The reason I thought this would be a great topic to write about is a two part answer:
Your name. Your name is the first defining standard of who you are. It’s how the world comes to know and identify you. It’s what you respond to. Sometimes people see your name before they even lay eyes on you, whether is a teacher’s roster, or a job application. Your name is something you should always be proud of like your skin tone, freckles, height, or even accent. Your name deserves to be spoken into existence in the way it’s intended to sound. Sure nicknames are nice, but they should never take place of your birth given name if it’s something that matters to you. Daniela is special to me because it was my grandfather’s name (Daniel) - God rest his soul. Fun fact: back in the olden days, as my son would say, ultrasound machines weren’t very reliable and the obstetrician was convinced I was a boy. SURPRISE come my birth day. So according to my parents version of events, why not just throw an “A” on the end? My name wasn’t something I ever questioned on my own.
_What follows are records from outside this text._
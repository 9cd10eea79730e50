import { spawn, type ChildProcess } from 'node:child_process';
import path from 'node:path';
import { QueryTypes } from 'sequelize';
import { models } from '@/db/models';
import { POST as uploadRoute } from '@/app/api/campaign-uploads/route';
import { GET as progressRoute } from '@/app/api/campaigns/[id]/route';
import { GET as resultsRoute } from '@/app/api/campaigns/[id]/results/route';
import type { CampaignProgress } from '@/server/campaigns/campaign-progress';
import { apiRequest } from './next-request';

const ROOT = path.resolve(__dirname, '../../..');

/** A campaign worker as its own process (what `npm run worker` starts), so a test can kill it. */
export interface WorkerProcess {
  child: ChildProcess;
  output: () => string;
  /** SIGKILL: the worker dies mid-chunk without releasing anything. */
  kill: () => Promise<void>;
  /** SIGTERM: finishes its chunk and exits. */
  stop: () => Promise<void>;
}

export function startWorker(env: Record<string, string> = {}): WorkerProcess {
  const child = spawn(process.execPath, ['--conditions=react-server', 'scripts/run-bundled.mjs', 'server/campaigns/worker-main.ts'], {
    cwd: ROOT,
    env: { ...process.env, CAMPAIGN_JOB_LOCK_SECONDS: '4', CAMPAIGN_WORKER_VERBOSE: '1', ...env },
    stdio: ['ignore', 'pipe', 'pipe'],
  });
  let out = '';
  child.stdout!.on('data', (d) => (out += d));
  child.stderr!.on('data', (d) => (out += d));
  const exited = new Promise<void>((resolve) => child.once('exit', () => resolve()));
  const end = async (signal: NodeJS.Signals) => {
    if (child.exitCode === null && child.signalCode === null) child.kill(signal);
    await Promise.race([exited, new Promise((r) => setTimeout(r, 20_000))]);
  };
  return { child, output: () => out, kill: () => end('SIGKILL'), stop: () => end('SIGTERM') };
}

export type UploadQuery = { serviceProfileId: number; climateProfileId?: number | 'maps'; targetAvailabilityPercent?: string; filename?: string };

/** POST /api/campaign-uploads with the file as the body, as the page sends it. */
export async function uploadCampaign(body: string | Uint8Array, q: UploadQuery): Promise<Response> {
  const params = new URLSearchParams({
    serviceProfileId: String(q.serviceProfileId),
    climateProfileId: String(q.climateProfileId ?? 'maps'),
    targetAvailabilityPercent: q.targetAvailabilityPercent ?? '99.9',
    filename: q.filename ?? 'subscriber-base.csv',
  });
  const base = apiRequest(`/api/campaign-uploads?${params}`, { method: 'POST', headers: { 'content-type': 'text/csv' } });
  const req = new Request(base.url, { method: 'POST', headers: base.headers, body: typeof body === 'string' ? body : new Blob([body as BlobPart]) });
  return uploadRoute(req, { params: Promise.resolve({}) });
}

export async function progressOf(id: number): Promise<Response> {
  return progressRoute(apiRequest(`/api/campaigns/${id}`), { params: Promise.resolve({ id: String(id) }) });
}

export async function resultsOf(id: number): Promise<Response> {
  return resultsRoute(apiRequest(`/api/campaigns/${id}/results`), { params: Promise.resolve({ id: String(id) }) });
}

/** The campaign row as kept, read directly (no session). */
export async function campaignRow(id: number): Promise<{ status: string; sites_total: number; sites_done: number; chunks_total: number; chunks_done: number; problems_count: number } | undefined> {
  const rows = await models().sequelize.query<{ status: string; sites_total: number; sites_done: number; chunks_total: number; chunks_done: number; problems_count: number }>(
    'SELECT status, sites_total, sites_done, chunks_total, chunks_done, problems_count FROM campaigns WHERE id = :id',
    { replacements: { id }, type: QueryTypes.SELECT },
  );
  return rows[0];
}

export async function count(table: string, campaignId: number): Promise<number> {
  const [r] = await models().sequelize.query<{ n: number }>(`SELECT COUNT(*) AS n FROM ${table} WHERE campaign_id = :campaignId`, { replacements: { campaignId }, type: QueryTypes.SELECT });
  return Number(r.n);
}

export async function waitFor<T>(what: string, probe: () => Promise<T | null | undefined | false>, timeoutMs = 180_000, everyMs = 250): Promise<T> {
  const end = Date.now() + timeoutMs;
  for (;;) {
    const v = await probe();
    if (v) return v;
    if (Date.now() > end) throw new Error(`timed out waiting for ${what}`);
    await new Promise((r) => setTimeout(r, everyMs));
  }
}

export const progressJson = async (id: number) => (await (await progressOf(id)).json()) as CampaignProgress;

/** n invented sites over a mid-latitude box (demo data), `dishCm` each. */
export function sitesCsv(n: number, o: { dishCm?: (i: number) => number; lat?: (i: number) => number; lon?: (i: number) => number } = {}): string {
  const lines = ['site_ref,latitude,longitude,altitude_m,current_dish_cm'];
  for (let i = 0; i < n; i++) {
    const lat = o.lat ? o.lat(i) : 40 + (i % 150) / 10;
    const lon = o.lon ? o.lon(i) : -5 + (i % 97) / 10;
    lines.push(`SUB-${i},${lat.toFixed(3)},${lon.toFixed(3)},${i % 5 === 4 ? '' : (i * 7) % 900},${o.dishCm ? o.dishCm(i) : [60, 90, 45, 120][i % 4]}`);
  }
  return lines.join('\n') + '\n';
}
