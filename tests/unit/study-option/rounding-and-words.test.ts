import { describe, expect, it } from 'vitest';
import {
  availabilityNumber,
  availabilityText,
  availabilityWords,
  diameterLabel,
  dishName,
  minutesCell,
  minutesText,
  outageDurationWords,
  outageMinutesText,
  outagePercentText,
  outageYearWords,
  roundedDuration,
  roundToPlaces,
  savedMinutesCell,
  savedMinutesNumber,
  savingWords,
  worstMonthWords,
  type BasisFigures,
} from '@/server/study-option';
import { outageFigures } from '@/server/engine/outage-figures';
import { MINUTES_PER_YEAR } from '@/server/engine/physical-constants';

// Figures built with the engine's own outageFigures (server/engine/README.md §4: minutes = p/100 × 525 960,
// worst month by ITU-R P.841), so the words are tested on the shapes the screens receive.
const figures = (pPercent: number, bound: 'none' | 'below-model-range' | 'above-model-range' = 'none', isUpperBound = false): BasisFigures => ({ closes: true, isUpperBound, ...outageFigures(pPercent, bound) });

describe('the one rounding rule', () => {
  it('rounds a good thing down and a bad thing up at the digits shown', () => {
    expect(roundToPlaces(99.99949, 3, 'down')).toBe(99.999);
    expect(roundToPlaces(5.2596, 1, 'up')).toBe(5.3);
    expect(roundToPlaces(5.2596, 1, 'down')).toBe(5.2);
  });
  it('reads stored binary fractions as the decimals they stand for', () => {
    // 1.005 × 1000 is 1004.9999999999999 in binary floating point: it must still read 1.005.
    expect(1.005 * 1000).toBeLessThan(1005);
    expect(roundToPlaces(1.005, 3, 'down')).toBe(1.005);
    expect(roundToPlaces(0.1 + 0.2, 1, 'up')).toBe(0.3);
  });
  it('durations: one decimal below 10, whole from 10, in the unit that reads best after rounding', () => {
    expect(roundedDuration(257.2, 'up')).toEqual({ value: 4.3, places: 1, unit: 'hour' });
    expect(roundedDuration(43.2, 'up')).toEqual({ value: 44, places: 0, unit: 'minute' });
    expect(roundedDuration(9.96, 'up')).toEqual({ value: 10, places: 0, unit: 'minute' });
    expect(roundedDuration(59.96, 'up')).toEqual({ value: 1, places: 1, unit: 'hour' });
    // 47.5 h rounds up to 48 h, which reads as 2 days, never "48 hours".
    expect(roundedDuration(2849, 'up')).toEqual({ value: 2, places: 1, unit: 'day' });
    expect(roundedDuration(2849, 'down')).toEqual({ value: 47, places: 0, unit: 'hour' });
  });

  describe('edge cases', () => {
    it('refuses figures that are not numbers, and negative durations', () => {
      expect(() => roundToPlaces(Number.NaN, 1, 'up')).toThrow(RangeError);
      expect(() => roundToPlaces(1, 11, 'up')).toThrow(RangeError);
      expect(() => roundedDuration(-1, 'up')).toThrow(RangeError);
      expect(() => minutesText(Number.POSITIVE_INFINITY, 'up')).toThrow(RangeError);
      expect(() => savedMinutesNumber(Number.NaN)).toThrow(RangeError);
    });
    it('zero stays zero in either direction', () => {
      expect(minutesText(0, 'up')).toBe('0 min');
      expect(roundedDuration(0, 'down')).toEqual({ value: 0, places: 1, unit: 'minute' });
    });
  });
});

describe('availability', () => {
  it('never reaches 100 % or a target the figure does not', () => {
    expect(availabilityNumber(figures(0.00051))).toBe('99.999');
    // 99.94999 against a target of 99.95: shown below the target, as the engine judges it.
    expect(availabilityText({ closes: true, availabilityPercent: 99.94999, outageBound: 'none', isUpperBound: false })).toBe('99.949 %');
  });
  it('agrees with the target at every figure: the shown number is ≥ the target exactly when the figure is', () => {
    const targets = [99, 99.5, 99.9, 99.95, 99.99, 99.995, 99.999];
    const disagreements: string[] = [];
    for (let k = 0; k < 5000; k++) {
      // Spread over 99–100 %, with figures a hair either side of each target.
      const availability = k < 4000 ? 99 + ((k * 7919) % 100000) / 100000 : targets[k % targets.length] + ((k % 2) * 2 - 1) * 1e-9;
      const shown = Number(availabilityNumber({ closes: true, availabilityPercent: availability, outageBound: 'none', isUpperBound: false }));
      for (const target of targets) if (shown >= target !== availability >= target) disagreements.push(`${availability} vs ${target}`);
    }
    expect(disagreements).toEqual([]);
  });
  it('says which way a bounded figure goes, in a cell and in words', () => {
    expect(availabilityText(figures(0.001, 'below-model-range'))).toBe('> 99.999 %');
    expect(availabilityWords(figures(0.001, 'below-model-range'))).toBe('more than 99.999 % of an average year');
    expect(availabilityText(figures(5, 'above-model-range'))).toBe('< 95.000 %');
    expect(availabilityWords(figures(5, 'above-model-range'))).toBe('less than 95.000 % of an average year');
    // A two-way sum is an upper bound on the outage, so the availability is a lower bound.
    expect(availabilityText(figures(0.05, 'none', true))).toBe('≥ 99.950 %');
    expect(availabilityWords(figures(0.05, 'none', true))).toBe('at least 99.950 % of an average year');
  });

  describe('edge cases', () => {
    it('an upper bound on availability rounds up, so "less than" stays true', () => {
      expect(availabilityText({ closes: true, availabilityPercent: 94.99961, outageBound: 'above-model-range', isUpperBound: false })).toBe('< 95.000 %');
    });
    it('a dish that never works has no availability', () => {
      expect(availabilityText({ ...figures(100), closes: false })).toBe('—');
      expect(availabilityWords({ ...figures(100), closes: false })).toBe('none: the service cannot be received with this dish');
    });
  });
});

describe('outage in minutes, hours and words', () => {
  it('the table and the words carry the same figure', () => {
    const f = figures(0.0489); // 257.2 min a year
    expect(outageMinutesText(f.outageMinutesPerYear, 'about')).toBe('258 min');
    expect(outageYearWords(f)).toBe('About 4.3 hours a year without signal, mostly in the heaviest storms.');
    expect(worstMonthWords(f)).toMatch(/^In the worst month of a typical year: about \d/);
  });
  it('is honest about the lower end of the model range', () => {
    const f = figures(0.001, 'below-model-range'); // 5.2596 min: "less than 5.2" would be false
    expect(outageMinutesText(f.outageMinutesPerYear, 'less-than')).toBe('< 5.3 min');
    expect(outageYearWords(f)).toBe('Less than 5.3 minutes a year without signal, only in the heaviest storms.');
    expect(worstMonthWords(f)).toMatch(/^In the worst month of a typical year: less than /);
  });
  it('is honest about the upper end of the model range', () => {
    // 5 % of a year = 26 298 min = 18.26 days: "more than 18.3 days" would be false.
    const f = figures(5, 'above-model-range');
    expect(outageMinutesText(f.outageMinutesPerYear, 'more-than')).toBe('> 26,298 min');
    expect(outageYearWords(f)).toBe('More than 18 days a year without signal, during heavy and even moderate rain.');
  });
  it('says "at most about" for two-way sums', () => {
    const f = figures(0.05, 'none', true); // 262.98 min
    expect(outageMinutesText(f.outageMinutesPerYear, 'at-most-about')).toBe('≤ 263 min');
    expect(outageYearWords(f)).toMatch(/^At most about 4.4 hours a year/);
  });
  it('names the kind of rain by how rare the outage is', () => {
    expect(outageYearWords(figures(0.005))).toContain('only in the heaviest storms');
    expect(outageYearWords(figures(0.05))).toContain('mostly in the heaviest storms');
    expect(outageYearWords(figures(0.5))).toContain('mostly during heavy rain');
    expect(outageYearWords(figures(2))).toContain('heavy and even moderate rain');
  });
  it('the share of the year keeps two significant digits when small', () => {
    expect(outagePercentText(0.02134, 'about')).toBe('0.022 %');
    expect(outagePercentText(0.001, 'less-than')).toBe('< 0.0010 %');
    expect(outagePercentText(5, 'more-than')).toBe('> 5.00 %');
  });
  it('a file cell has no grouping and no sign', () => {
    expect(minutesCell(26297.6, 'up')).toBe('26298');
    expect(minutesCell(5.2596, 'up')).toBe('5.3');
  });

  describe('edge cases', () => {
    it('a dish that cannot receive the service says so, with no worst month', () => {
      const f = { ...figures(100), closes: false };
      expect(outageYearWords(f)).toMatch(/No usable signal at all/);
      expect(worstMonthWords(f)).toBeNull();
    });
    it('one minute and one hour are singular', () => {
      expect(outageDurationWords(0.96, 'about')).toBe('about 1 minute');
      expect(outageDurationWords(59.97, 'about')).toBe('about 1 hour');
    });
    it('no outage at all is said plainly', () => {
      expect(outageYearWords(figures(0))).toBe('No time without signal predicted in an average year.');
    });
  });
});

describe('savings', () => {
  it('round down: never more than the figures support', () => {
    expect(savedMinutesNumber(512.93)).toBe('512');
    expect(savedMinutesCell(512.93)).toBe('512');
    expect(savingWords(300, '60 cm')).toBe('About 5 hours a year more signal than the 60 cm dish.');
    expect(savingWords(509, '60 cm')).toBe('About 8.4 hours a year more signal than the 60 cm dish.');
  });
  describe('edge cases', () => {
    it('a loss shows as a negative, rounded up; less than a minute is no saving', () => {
      expect(savedMinutesNumber(-3.21)).toBe('−3.3');
      expect(savedMinutesCell(-3.21)).toBe('-3.3');
      expect(savingWords(0.3, '60 cm')).toBeNull();
      expect(savingWords(Number.NaN, '60 cm')).toBeNull();
    });
  });
});

describe('diameter', () => {
  it('centimetres with inches beside (2.54 cm per inch), one rule for every screen', () => {
    expect(diameterLabel(0.75)).toEqual({ cm: '75 cm', inches: '29.5 in', words: '75 cm (29.5 in)' });
    expect(diameterLabel(1.2).words).toBe('120 cm (47.2 in)');
    expect(diameterLabel(0.455).cm).toBe('45.5 cm');
  });
  it('a dish without a catalogue name is named by its size', () => {
    expect(dishName(null, 0.9)).toBe('90 cm dish');
    expect(dishName('Dish 90 Pro', 0.9)).toBe('Dish 90 Pro');
  });
});

// Sanity of the fixture itself: the words above rest on the engine's own minutes.
it('0.001 % of a year is 5.2596 minutes (server/engine/README.md §4)', () => {
  expect((0.001 / 100) * MINUTES_PER_YEAR).toBeCloseTo(5.2596, 4);
});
It was something that others made me question, like my height or my gummy smile. And in turn, I started to question myself. Embrace yourself wholly. There is only one of you in this world, so how can anyone judge you or hold you up to a scale when you’re one of a kind?
BOUNDARIES. Do you ever find yourself going with the flow when you really want to say NO? Have you ever been called a people pleaser? Or a doormat? Do you often find yourself going to events or functions you truly didn’t want to attend? Hosting events at your house you didn't want to host? Signing up to volunteer at your child’s school when you dont even have the time to do it? Saying yes to a high conflict coparent simply to keep the peace? Taking on more than you can handle? Keeping quiet when you really want to express your opinion? Struggle communicating your needs? Feeling resentful, burnt out, drained, and/or disappointed for breaking promises to yourself? Does that sound familiar to anybody? Setting boundaries. Pfffff. What an ambiguous concept. Boundaries? With who? How do I start? Does it really bother me? The thing I learned about myself a few years ago is that I was TERRIBLE with boundaries. I always said yes. I agreed to things I didn’t want to do, didn’t believe in, didnt want to wear, or places I didn’t want to go. I even went as far as biting my tongue when I wanted to speak up on behavior that made me feel very uncomfortable. I went along with being called Danielle because I was too afraid to correct someone and say ‘DANIELA’ "dah · nyeh · lah". I was terrible with establishing boundaries for myself because I was raised in a home where you kept your head down, did what you were supposed to without questioning it for a second, and the idea of correcting someone was basically manners suicide. Boundaries - truly a relatively new concept to me because it has taken me a lot longer to not feel guilty or rude for speaking up for myself. I cringe at the idea of making someone uncomfortable, but at what price? Why is someone else’s comfort more important than my own?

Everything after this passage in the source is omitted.